著者の王志強氏については、実のところよくわからない。裏表紙にも生まれた年代や、80年代に訪日して日本との関係は20年で、現在は日中経済協力のコンサルタントだという謎めいた経歴。グーグルで検索しても、この本以外は出てきません。

でも...ひょっとしたら僕の会社と関係の深い、あの会社のあの方かもしれない。

さて読後感。まず総論。

日本の文明や歴史から紐解き、よく調べ上げて書かれていて楽しめました。
これはいわゆる文学作品ではなく、よく出来た雑誌の"日本特集号”といった感じです。

つまり、いろんな諸説をしっかり説明して、日本や日本人を説き起こしていますが、いわゆる”著者の視点”や”新たな日本論”の提示は特にありません。
だから「日本人論」ではなく各方面の論点を集約した「日本人解説書」だと言ってよいでしょう。
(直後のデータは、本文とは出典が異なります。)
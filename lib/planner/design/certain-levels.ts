import type { Atoms, Prior } from './prior';
import { pooled } from './prior';
import { bestThresholds, mostLevels, normalThresholds } from './quantiser';
import type { Settable } from './settable';

/** Weight of the even prior that places the levels for which the stated prior has no use. */
const EVEN_WEIGHT = 1e-6;
const EVEN_POINTS = 600;
const CELL_MASS = 1e-10;
const CANDIDATES = 3000;

/** Prior atoms with a thin even layer over the settable doses. */
function withEvenLayer(prior: Prior, set: Settable): Prior {
  const n = EVEN_POINTS;
  const width = (set.high - set.low) / n;
  const list: [number, number][] = Array.from(prior.atoms.x, (x, i) => [x, prior.atoms.w[i]!]);
  for (let i = 0; i < n; i += 1) list.push([set.low + (i + 0.5) * width, EVEN_WEIGHT / n]);
  list.sort((a, b) => a[0] - b[0]);
  const atoms: Atoms = {
    x: Float64Array.from(list, (a) => a[0]),
    w: Float64Array.from(list, (a) => a[1]),
    v: new Float64Array(list.length),
  };
  return { ...prior, normal: false, atoms };
}

/** Where a threshold may stand between neighbouring atoms, once for each gap within the set. */
export function gapsWithin(atoms: Atoms, set: Settable): number[] {
  const found: number[] = [];
  for (let i = 0; i + 1 < atoms.x.length; i += 1) {
    const from = Math.max(atoms.x[i]!, set.low);
    const to = Math.min(atoms.x[i + 1]!, set.high);
    if (atoms.x[i + 1]! > set.low && atoms.x[i]! <= set.high && from <= to) {
      found.push(from + (to - from) / 2);
    }
  }
  return found;
}

/** Doses to choose from where any may be set and neighbours must keep `apart`. */
function spacedCandidates(prior: Prior, set: Settable, apart: number): number[] {
  const list = gapsWithin(pooled(prior.atoms, CANDIDATES / 2), set);
  const span = set.high - set.low;
  for (let i = 0; i <= 300; i += 1) list.push(Math.min(set.high, set.low + (span * i) / 300));
  const whole = Math.min(CANDIDATES, Math.floor((span / apart) * (1 + 1e-12)));
  for (let i = 0; i <= whole; i += 1) {
    list.push(Math.min(set.high, set.low + i * apart), Math.max(set.low, set.high - i * apart));
  }
  return [...new Set(list)].sort((a, b) => a - b);
}

/** Moves each threshold, within its gap, halfway between the centroids on either side (Lloyd). */
function centred(prior: Prior, set: Settable, thresholds: number[]): number[] {
  const { x, w } = prior.atoms;
  const centroids: number[] = [];
  const gaps: [number, number][] = [];
  let j = 0;
  for (const t of [...thresholds, Infinity]) {
    let [mass, moment] = [0, 0];
    for (; j < x.length && x[j]! <= t; j += 1) {
      mass += w[j]!;
      moment += w[j]! * x[j]!;
    }
    centroids.push(moment / mass);
    gaps.push([x[j - 1] ?? -Infinity, x[j] ?? Infinity]);
  }
  return thresholds.map((t, i) => {
    const middle = (centroids[i]! + centroids[i + 1]!) / 2;
    const wanted = Math.min(set.high, Math.max(set.low, middle));
    return wanted >= gaps[i]![0] && wanted < gaps[i]![1] ? wanted : t;
  });
}

function allUseful(prior: Prior, thresholds: number[]): boolean {
  const { x, w } = prior.atoms;
  let j = 0;
  for (const t of [...thresholds, Infinity]) {
    let mass = 0;
    for (; j < x.length && x[j]! <= t; j += 1) mass += w[j]!;
    if (mass < CELL_MASS) return false;
  }
  return true;
}

const keepsApart = (levels: number[], apart: number) =>
  levels.every((d, i) => i === 0 || d - levels[i - 1]! >= apart * (1 - 1e-9));

/** How many levels the set can hold, `apart` from one another; at most `wanted`. */
export function roomFor(set: Settable, wanted: number, apart: number): number {
  if (set.grid) return Math.min(wanted, mostLevels(set.grid, apart));
  if (set.low === set.high) return Math.min(wanted, 1);
  if (apart === 0) return wanted;
  return Math.min(wanted, Math.floor(((set.high - set.low) / apart) * (1 + 1e-9)) + 1);
}

function choose(prior: Prior, set: Settable, k: number, apart: number): number[] | null {
  if (set.grid) return bestThresholds(prior, set.grid, k, apart);
  if (apart > 0) return bestThresholds(prior, spacedCandidates(prior, set, apart), k, apart);
  const found = bestThresholds(prior, gapsWithin(prior.atoms, set), k, 0);
  return found && centred(prior, set, found);
}

/**
 * The best `k` doses of the set for verdicts that never err (k ≤ `roomFor`): thresholds of the
 * k + 1 cells that leave the least variance. Levels that the prior has no use for are spread over
 * what is left of the set.
 */
export function certainLevels(prior: Prior, set: Settable, k: number, apart: number): number[] {
  if (k === 0) return [];
  if (!set.grid && set.low === set.high) return [set.low];
  if (prior.normal && !set.grid) {
    const scaled = (d: number) => (d - prior.mean) / prior.sd;
    const free = normalThresholds(k, scaled(set.low), scaled(set.high));
    const levels = free?.map((z) => prior.mean + prior.sd * z);
    const inside = levels?.map((d) => Math.min(set.high, Math.max(set.low, d)));
    if (inside && keepsApart(inside, apart) && allUseful(prior, inside)) return inside;
  }
  const found = choose(prior, set, k, apart);
  if (found && allUseful(prior, found)) return found;
  return choose(withEvenLayer(prior, set), set, k, apart) ?? found ?? [];
}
しかしだからといって、内容が誤解や偏見に満ちたレベルの低いものではありません。本の帯の言葉にあるように、ナショナリズムや特定の立場に立って記述はかなり抑制されて書かれています。
日本における天皇の位置づけに関する記述や、日本人の働き方など、関心する解説も多くありました。

では、ちょっと本文から、気になる表現をピックアップすると...

日本人の並外れた欧米志向は、実際には片思いに過ぎなかった。「脱亜」こそ成功したかにみえたが、「入欧」については結局のところ、人種、文化、伝統、生活、思考様式、いずれをとっても欧米には受け入れられなかった。実際、欧米人からはエコノミック・アニマル、利己主義、奇怪、偏狭、閉鎖的などといわれ、様々な理由から未だに蔑視されている。
ダーシーさんもご自身のブログで書かれているように、これは現代中国人の日本評の典型的な思考回路です。裏を返せば、ここに書かれていることは、中国人が日本人について、こう思いたいというコンプレックスのようなものが凝縮された考え方だと言えます。
しかし幸いというか、今日の中国の崛起によって、いわゆる欧米の人たちからは、日本人が相対的に見直され、受け入れられてきているという事実があり、逆に日本人はこう思われなくなってきたということです。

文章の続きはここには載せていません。